At the same event, Carballo asserted that Cuban Communist Party agents told the doctors that they did not have any legal personhood.

“They tell us often in Cuba that education is free, therefore we are their property,” Carballo said. “From the moment we graduate, we receive very, very low salaries, then begin medical missions abroad.”

Carballo served in Venezuela, Belize, and Brazil, and said that officials deprived her of her passport and anything else she could use to prove her identity.

“We were working in Bolivia undocumented; we had no document with our name on it, no passport, no piece of paper with our name on it,” she said. “If something happened to us, if someone abducted us, if we died, nobody would know who the person was who died or disappeared.”
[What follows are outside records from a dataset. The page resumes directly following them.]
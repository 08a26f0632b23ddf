import { BayTimeline } from './bay-timeline';
import { Bookings } from './bookings';
import { NEVER } from './calendar';
import { type Compiled, type Crew, HOLD_DWELL, HOLD_UNTIL, HOLD_WORK, SHIFTS } from './compiled';
import { curedBy } from './cured-by';

/** One way to place one stage, as found by a fit; reused from fit to fit. */
export interface Fit {
  start: number;
  end: number;
  /** The end of the dwell. */
  finish: number;
  /** Hands-on spans as pairs of start and end; only the first `spanCount` count. */
  spans: Int32Array;
  spanCount: number;
}

/** An empty fit with room for a few spans; it grows as needed. */
export function newFit(): Fit {
  return { start: NEVER, end: NEVER, finish: NEVER, spans: new Int32Array(16), spanCount: 0 };
}

/** Adds a span to a fit, melting it with the one before where they meet. */
export function pushSpan(fit: Fit, start: number, end: number): void {
  const at = 2 * fit.spanCount;
  if (at > 0 && fit.spans[at - 1] === start) {
    fit.spans[at - 1] = end;
    return;
  }
  if (at + 2 > fit.spans.length) {
    const larger = new Int32Array(fit.spans.length * 2);
    larger.set(fit.spans);
    fit.spans = larger;
  }
  fit.spans[at] = start;
  fit.spans[at + 1] = end;
  fit.spanCount += 1;
}

/** Copies one fit into another. */
export function copyFit(from: Fit, to: Fit): void {
  to.start = from.start;
  to.end = from.end;
  to.finish = from.finish;
  if (to.spans.length < 2 * from.spanCount) to.spans = new Int32Array(from.spans.length);
  for (let k = 0; k < 2 * from.spanCount; k += 1) to.spans[k] = from.spans[k];
  to.spanCount = from.spanCount;
}

/**
 * A partial plan that grows and shrinks stage by stage: who is booked when, what is taken of each bay, where each stage stands.
 * It records; it does not judge. Nothing is allocated in it once its arrays have grown to size.
 */
export class Layout {
  readonly isPlaced: Uint8Array;
  readonly start: Int32Array;
  readonly end: Int32Array;
  readonly finish: Int32Array;
  readonly crew: (Crew | null)[];
  readonly housing: (Int32Array | null)[];
  readonly bookings: readonly Bookings[];
  readonly bays: readonly BayTimeline[];
  /** Stages whose hold of a bay has not been let go, for each bay. */
  readonly openHolds: readonly number[][];
  /** Where each stage's spans lie in `spanPool`, in pairs. */
  readonly spanAt: Int32Array;
  readonly spanCount: Int32Array;
  spanPool = new Int32Array(1024);
  private poolUsed = 0;
  /** How many spans each stage's part of the pool has room for since it was last cleared. */
  private readonly spanRoom: Int32Array;
  /** The instant until which each place is held, so that exactly that is taken back. */
  private readonly heldUntil: Int32Array;

  constructor(readonly compiled: Compiled) {
    const n = compiled.stageCount;
    this.isPlaced = new Uint8Array(n);
    this.start = new Int32Array(n);
    this.end = new Int32Array(n);
    this.finish = new Int32Array(n);
    this.crew = new Array<Crew | null>(n).fill(null);
    this.housing = new Array<Int32Array | null>(n).fill(null);
    this.bookings = compiled.makerIds.map(() => new Bookings());
    this.bays = compiled.bayIds.map((_, bay) => new BayTimeline(compiled.bays.capacity[bay]));
    this.openHolds = compiled.bayIds.map(() => []);
    this.spanAt = new Int32Array(n);
    this.spanCount = new Int32Array(n);
    this.spanRoom = new Int32Array(n);
    this.heldUntil = new Int32Array(compiled.work.placeUnits.length);
  }

  /** Forgets every placement. */
  clear(): void {
    this.isPlaced.fill(0);
    // What a stage last had is still asked for after it is taken out; it must not outlive the plan.
    this.crew.fill(null);
    this.housing.fill(null);
    for (const booking of this.bookings) booking.clear();
    for (const bay of this.bays) bay.clear();
    for (const holds of this.openHolds) if (holds.length > 0) holds.length = 0;
    this.poolUsed = 0;
    this.spanRoom.fill(0);
  }

  /** Becomes a copy of another layout of the same compiled problem. */
  copyFrom(other: Layout): void {
    this.isPlaced.set(other.isPlaced);
    this.start.set(other.start);
    this.end.set(other.end);
    this.finish.set(other.finish);
    this.heldUntil.set(other.heldUntil);
    this.copySpans(other);
    for (let stage = 0; stage < this.crew.length; stage += 1) {
      this.crew[stage] = other.crew[stage];
      this.housing[stage] = other.housing[stage];
    }
    this.bookings.forEach((bookings, maker) => bookings.copyFrom(other.bookings[maker]));
    this.bays.forEach((bay, k) => bay.copyFrom(other.bays[k]));
    this.openHolds.forEach((holds, bay) => {
      holds.length = 0;
      holds.push(...other.openHolds[bay]);
    });
  }

  /** Copies spans close together, so that room lost to stages that have moved on is not carried along. */
  private copySpans(other: Layout): void {
    if (this.spanPool.length < other.poolUsed) this.spanPool = new Int32Array(other.spanPool.length);
    let used = 0;
    for (let stage = 0; stage < this.spanAt.length; stage += 1) {
      const count = other.isPlaced[stage] === 1 ? other.spanCount[stage] : 0;
      const from = other.spanAt[stage];
      for (let k = 0; k < 2 * count; k += 1) this.spanPool[used + k] = other.spanPool[from + k];
      this.spanAt[stage] = used;
      this.spanCount[stage] = count;
      this.spanRoom[stage] = count;
      used += 2 * count;
    }
    this.poolUsed = used;
  }

  /** Lays a stage where a fit says, books its crew and takes its bays. */
  place(stage: number, fit: Fit, crew: Crew | null, housing: Int32Array | null): void {
    this.isPlaced[stage] = 1;
    this.start[stage] = fit.start;
    this.end[stage] = fit.end;
    this.finish[stage] = fit.finish;
    this.crew[stage] = crew;
    this.housing[stage] = housing;
    this.keepSpans(stage, fit);
    if (crew) this.book(stage, crew);
    if (housing) this.takeBays(stage, housing);
    for (const holder of this.compiled.bays.frees[stage])
      if (this.isPlaced[holder]) this.setHold(holder, stage, fit.end);
  }

  /** Takes a stage out again; what it had let go is held once more. */
  unplace(stage: number): void {
    const crew = this.crew[stage];
    const housing = this.housing[stage];
    if (crew) this.unbook(stage, crew);
    if (housing) this.releaseBays(stage, housing);
    this.isPlaced[stage] = 0;
    for (const holder of this.compiled.bays.frees[stage]) if (this.isPlaced[holder]) this.setHold(holder, stage, NEVER);
  }

  /** The last start in time for a placed stage's window: the minute before the first with more than its age. */
  windowEnd(stage: number): number {
    const age = this.compiled.work.windowAge[stage] + 1;
    return curedBy(this.compiled, stage, this.housing[stage], this.end[stage], age) - 1;
  }

  private keepSpans(stage: number, fit: Fit): void {
    const size = 2 * fit.spanCount;
    if (fit.spanCount > this.spanRoom[stage]) {
      if (this.poolUsed + size > this.spanPool.length) {
        const larger = new Int32Array(Math.max(this.spanPool.length * 2, this.poolUsed + size));
        larger.set(this.spanPool);
        this.spanPool = larger;
      }
      this.spanAt[stage] = this.poolUsed;
      this.spanRoom[stage] = fit.spanCount;
      this.poolUsed += size;
    }
    this.spanCount[stage] = fit.spanCount;
    const at = this.spanAt[stage];
    for (let k = 0; k < size; k += 1) this.spanPool[at + k] = fit.spans[k];
  }

  private book(stage: number, crew: Crew): void {
    if (this.isBookedWhole(stage, crew)) {
      this.bookings[crew.makers[0]].add(this.spanPool[this.spanAt[stage]], this.end[stage], stage);
      return;
    }
    for (const maker of crew.makers) {
      const bookings = this.bookings[maker];
      for (let k = this.spanAt[stage], left = this.spanCount[stage]; left > 0; k += 2, left -= 1) {
        bookings.add(this.spanPool[k], this.spanPool[k + 1], stage);
      }
    }
  }

  private unbook(stage: number, crew: Crew): void {
    if (this.isBookedWhole(stage, crew)) {
      this.bookings[crew.makers[0]].remove(this.spanPool[this.spanAt[stage]], this.end[stage], stage);
      return;
    }
    for (const maker of crew.makers) {
      const bookings = this.bookings[maker];
      for (let k = this.spanAt[stage], left = this.spanCount[stage]; left > 0; k += 2, left -= 1) {
        bookings.remove(this.spanPool[k], this.spanPool[k + 1], stage);
      }
    }
  }

  /**
   * Whether the nights between a stage's spans are booked with them: one maker alone, who does nothing else while on shift. One
   * long booking is found faster than many short ones.
   */
  private isBookedWhole(stage: number, crew: Crew): boolean {
    const { work, bays } = this.compiled;
    if (work.continuity[stage] !== SHIFTS || crew.makers.length !== 1 || this.spanCount[stage] < 2) return false;
    const housing = this.housing[stage];
    if (housing) for (const bay of housing) if (bay >= 0 && bays.open[bay] !== null) return false;
    return true;
  }

  private takeBays(stage: number, housing: Int32Array): void {
    const { placeOf, placeUnits, placeHold, placeUntil } = this.compiled.work;
    for (let k = 0; k < housing.length; k += 1) {
      const place = placeOf[stage] + k;
      const bay = housing[k];
      if (bay < 0 || place >= placeOf[stage + 1]) continue;
      let until = this.end[stage];
      if (placeHold[place] === HOLD_DWELL) until = this.finish[stage];
      if (placeHold[place] === HOLD_UNTIL) {
        const last = placeUntil[place];
        const isFreed = last >= 0 && this.isPlaced[last] === 1;
        until = isFreed ? Math.max(until, this.end[last]) : NEVER;
        if (!isFreed) this.openHolds[bay].push(stage);
      }
      this.heldUntil[place] = until;
      this.bays[bay].add(this.start[stage], until, placeUnits[place]);
    }
  }

  private releaseBays(stage: number, housing: Int32Array): void {
    const { placeOf, placeUnits, placeHold } = this.compiled.work;
    for (let k = 0; k < housing.length; k += 1) {
      const place = placeOf[stage] + k;
      const bay = housing[k];
      if (bay < 0 || place >= placeOf[stage + 1]) continue;
      this.bays[bay].add(this.start[stage], this.heldUntil[place], -placeUnits[place]);
      if (placeHold[place] !== HOLD_WORK) dropFrom(this.openHolds[bay], stage);
    }
  }

  /** Moves the end of what a holder holds until a stage. */
  private setHold(holder: number, lastStage: number, until: number): void {
    const { placeOf, placeUnits, placeUntil } = this.compiled.work;
    const housing = this.housing[holder];
    if (!housing) return;
    for (let k = 0; k < housing.length; k += 1) {
      const place = placeOf[holder] + k;
      if (place >= placeOf[holder + 1] || placeUntil[place] !== lastStage || housing[k] < 0) continue;
      const bay = this.bays[housing[k]];
      const held = until >= NEVER ? NEVER : Math.max(this.end[holder], until);
      bay.add(this.start[holder], this.heldUntil[place], -placeUnits[place]);
      bay.add(this.start[holder], held, placeUnits[place]);
      this.heldUntil[place] = held;
      dropFrom(this.openHolds[housing[k]], holder);
      if (held >= NEVER) this.openHolds[housing[k]].push(holder);
    }
  }
}

function dropFrom(list: number[], item: number): void {
  const i = list.indexOf(item);
  if (i >= 0) list.splice(i, 1);
}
The Organization of American States (OAS) affirmed last year that the evidence suggested that Cuba was participating in “human trafficking” in selling its doctors. The legal difference between human trafficking and slavery is that slaves do not have legal rights as persons; they do not exist as people in government registers. People who endure human trafficking may still have birth certificates, identification numbers, and proof of legal existence as people. Carballo’s testimony suggests that Cuba’s practices go beyond human trafficking.

Brazilian President Jair Bolsonaro has described the slave doctor trade as “slavery.” Bolsonaro, a conservative, demanded that Cuba pay its doctors the salaries they are entitled to under Mais Médicos as one of his first acts in office last year. In response, rather than pay the doctors, Cuba canceled the program entirely. Bolsonaro offered political asylum to any doctor who wished to stay.

Doctors who defect are banned from entering Cuba for at least eight years. As Havana typically denies doctors the right to travel with their families, this often means that the doctors cannot see their parents, children, or other close family members, missing family milestone events.

Bolsonaro accused the United Nations of participating in “slave labor” at the U.N. General Assembly in 2019, citing PAHO’s role in Mais Médicos.

Two Cuban-American senators, Sens. Robert Menendez (D-NJ) and Marco Rubio (R-FL), introduced legislation in September urging the government to investigate PAHO for its role in enabling slave labor.

The Combating Trafficking of Cuban Doctors Act of 2020, if passed, would require a full investigation into PAHO and annual reports from the State Department certifying if Cuba is engaging in “state-sponsored human trafficking.”